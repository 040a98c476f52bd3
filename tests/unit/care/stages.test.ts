import { describe, expect, it } from 'vitest';
import { addDays } from '@/lib/calendar';
import { deliveryKey, nextStageDay, stageOn } from '@/lib/care/stages';
import { type WorkItem } from '@/lib/care/types';

const item = (values: Partial<WorkItem> = {}): WorkItem => ({
  wallId: 'w1',
  kind: 'restain',
  rule: 'FREQ=MONTHLY;INTERVAL=48',
  startOn: '2023-06-10',
  dueOn: '2027-06-10',
  window: { opensOn: '2027-05-01', closesOn: '2027-08-09', moved: 'in season' },
  missedOn: null,
  lapsesOn: '2027-08-10',
  basis: 'computed',
  lifeMonths: 48,
  because: '',
  explanation: { figure: '', value: '', formula: '', inputs: [], sources: [] },
  ...values,
});
const stages = (of: WorkItem, days: string[]) => days.map((day) => stageOn(of, day)?.stage ?? null);

describe('reminder stages', () => {
  it('come 120 and 28 days before the window opens, and when it opens', () => {
    expect(stages(item(), ['2027-01-31', '2026-12-31', '2027-01-01', '2027-04-02', '2027-04-03', '2027-04-30', '2027-05-01', '2027-08-22'])).toEqual(['book', null, 'book', 'book', 'buy', 'buy', 'open', 'open']);
  });

  it('come 14, 45 and 105 days after the window closes, for wash and walkaround once', () => {
    const steps = (of: WorkItem) => [13, 14, 44, 45, 104, 105, 300].map((days) => stageOn(of, addDays('2027-08-09', days))?.step ?? 0);
    expect(steps(item())).toEqual([0, 1, 1, 2, 2, 3, 3]);
    expect(steps(item({ kind: 'wash' }))).toEqual([0, 1, 1, 1, 1, 1, 1]);
    expect(stages(item({ kind: 'walkaround' }), ['2027-04-30', '2027-05-01'])).toEqual([null, 'open']);
  });

  it('give one stage for work long overdue, and none after 400 days', () => {
    expect(stageOn(item(), addDays('2027-08-09', 400))).toEqual({ stage: 'overdue', step: 3, onDay: '2027-11-22' });
    expect(stageOn(item(), addDays('2027-08-09', 401))).toBeNull();
  });

  it('name the day of the next stage', () => {
    expect(nextStageDay(item(), '2026-06-01')).toBe('2027-01-01');
    expect(nextStageDay(item(), '2027-01-01')).toBe('2027-04-03');
    expect(nextStageDay(item(), '2027-08-23')).toBe('2027-09-23');
    expect(nextStageDay(item(), '2027-11-22')).toBeNull();
    expect(nextStageDay(item({ kind: 'wash' }), '2027-08-23')).toBeNull();
  });

  it('walk from stage to stage without leaving one out', () => {
    const seen: string[] = [];
    for (let day: string | null = nextStageDay(item(), '2020-01-01'); day; day = nextStageDay(item(), day)) {
      const reached = stageOn(item(), day);
      expect(reached?.onDay).toBe(day);
      seen.push(`${reached?.stage}${reached?.step ?? ''}`);
    }
    expect(seen).toEqual(['book', 'buy', 'open', 'overdue1', 'overdue2', 'overdue3']);
  });
});

describe('the key of a delivery', () => {
  it('differs by wall, kind, the film’s start, stage, step and person, and by nothing else: not by a date that moves', () => {
    const reached = { stage: 'overdue' as const, step: 1 };
    const key = deliveryKey(item(), reached, 'u1');
    expect(deliveryKey(item({ because: 'other words', lifeMonths: 50, dueOn: '2027-06-11' }), reached, 'u1')).toBe(key);
    const others = [
      deliveryKey(item({ wallId: 'w2' }), reached, 'u1'),
      deliveryKey(item({ kind: 'recaulk' }), reached, 'u1'),
      deliveryKey(item({ startOn: '2022-02-02' }), reached, 'u1'),
      deliveryKey(item(), { stage: 'overdue', step: 2 }, 'u1'),
      deliveryKey(item(), { stage: 'open' }, 'u1'),
      deliveryKey(item(), reached, 'u2'),
    ];
    expect(new Set([key, ...others]).size).toBe(7);
  });
});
_ _ _ _
In the preceding material, find each line holding the word "book" and copy it out.

    expect(stages(item(), ['2027-01-31', '2026-12-31', '2027-01-01', '2027-04-02', '2027-04-03', '2027-04-30', '2027-05-01', '2027-08-22'])).toEqual(['book', null, 'book', 'book', 'buy', 'buy', 'open', 'open']);
    expect(seen).toEqual(['book', 'buy', 'open', 'overdue1', 'overdue2', 'overdue3']);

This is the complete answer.